[Entries supplied — start]
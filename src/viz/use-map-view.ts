import { type RefObject, useEffect, useRef, useState } from 'react';
import { shiftInside, zoomSpan } from './axis-geometry';
import { isInside, type MapView, pixelToPoint } from './map-layout';
import type { PlotRect } from './PlotAxes';
import type { PlotPoint } from './types';

export interface MapViewControl {
  view: MapView;
  isZoomed: boolean;
  zoomAbout(point: PlotPoint, factor: number): void;
  panBy(dx: number, dy: number): void;
  reset(): void;
}

/** Smallest view in bins a side. */
const CLOSEST_BINS = 4;

function isSame(a: MapView, b: MapView): boolean {
  return a.x[0] === b.x[0] && a.x[1] === b.x[1] && a.y[0] === b.y[0] && a.y[1] === b.y[1];
}

/** What part of the map is shown. A map with other axes starts whole again; new data on the same axes keep the view. */
export function useMapView(full: MapView, binSize: { x: number; y: number }): MapViewControl {
  const [state, setState] = useState<{ view: MapView; of: MapView } | null>(null);
  const view = state !== null && isSame(state.of, full) ? state.view : full;
  const apply = (next: MapView): void => setState(isSame(next, full) ? null : { view: next, of: full });
  return {
    view,
    isZoomed: view !== full,
    zoomAbout: (point, factor) => {
      // Both axes keep one factor, or the aspect would drift at the limits.
      const least = Math.max(
        (CLOSEST_BINS * binSize.x) / (view.x[1] - view.x[0]),
        (CLOSEST_BINS * binSize.y) / (view.y[1] - view.y[0]),
      );
      const most = (full.x[1] - full.x[0]) / (view.x[1] - view.x[0]);
      const by = Math.min(most, Math.max(Math.min(1, least), factor));
      apply({
        x: zoomSpan(view.x, point.x, by, full.x, 0),
        y: zoomSpan(view.y, point.y, by, full.y, 0),
      });
    },
    panBy: (dx, dy) => apply({ x: shiftInside(view.x, dx, full.x), y: shiftInside(view.y, dy, full.y) }),
    reset: () => setState(null),
  };
}

/** Factor of one wheel event; the same for notched wheels and touch pads. */
export function wheelFactor(event: WheelEvent): number {
  const lines = event.deltaMode === WheelEvent.DOM_DELTA_LINE ? 16 : 1;
  return Math.exp(Math.max(-0.5, Math.min(0.5, event.deltaY * lines * 0.0025)));
}

/** Zooms about the pointer. React's wheel listeners are passive and could not keep the page from scrolling. */
export function useWheelZoom(
  host: RefObject<HTMLElement | null>,
  rect: PlotRect,
  control: MapViewControl,
): void {
  const latest = useRef({ rect, control });
  latest.current = { rect, control };
  useEffect(() => {
    const element = host.current;
    if (element === null) return;
    const onWheel = (event: WheelEvent): void => {
      const { rect, control } = latest.current;
      const bounds = element.getBoundingClientRect();
      const [px, py] = [event.clientX - bounds.left, event.clientY - bounds.top];
      const factor = wheelFactor(event);
      // A whole map cannot shrink: the page scrolls on.
      if (!isInside(rect, px, py) || (factor > 1 && !control.isZoomed)) return;
      event.preventDefault();
      control.zoomAbout(pixelToPoint(control.view, rect, px, py), factor);
    };
    element.addEventListener('wheel', onWheel, { passive: false });
    return () => element.removeEventListener('wheel', onWheel);
  }, [host]);
}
[Entries supplied — finish]
## [What the task requires]
Scan the records above and count the lines that contain "useRef". No text besides the count.

## [Solution]
2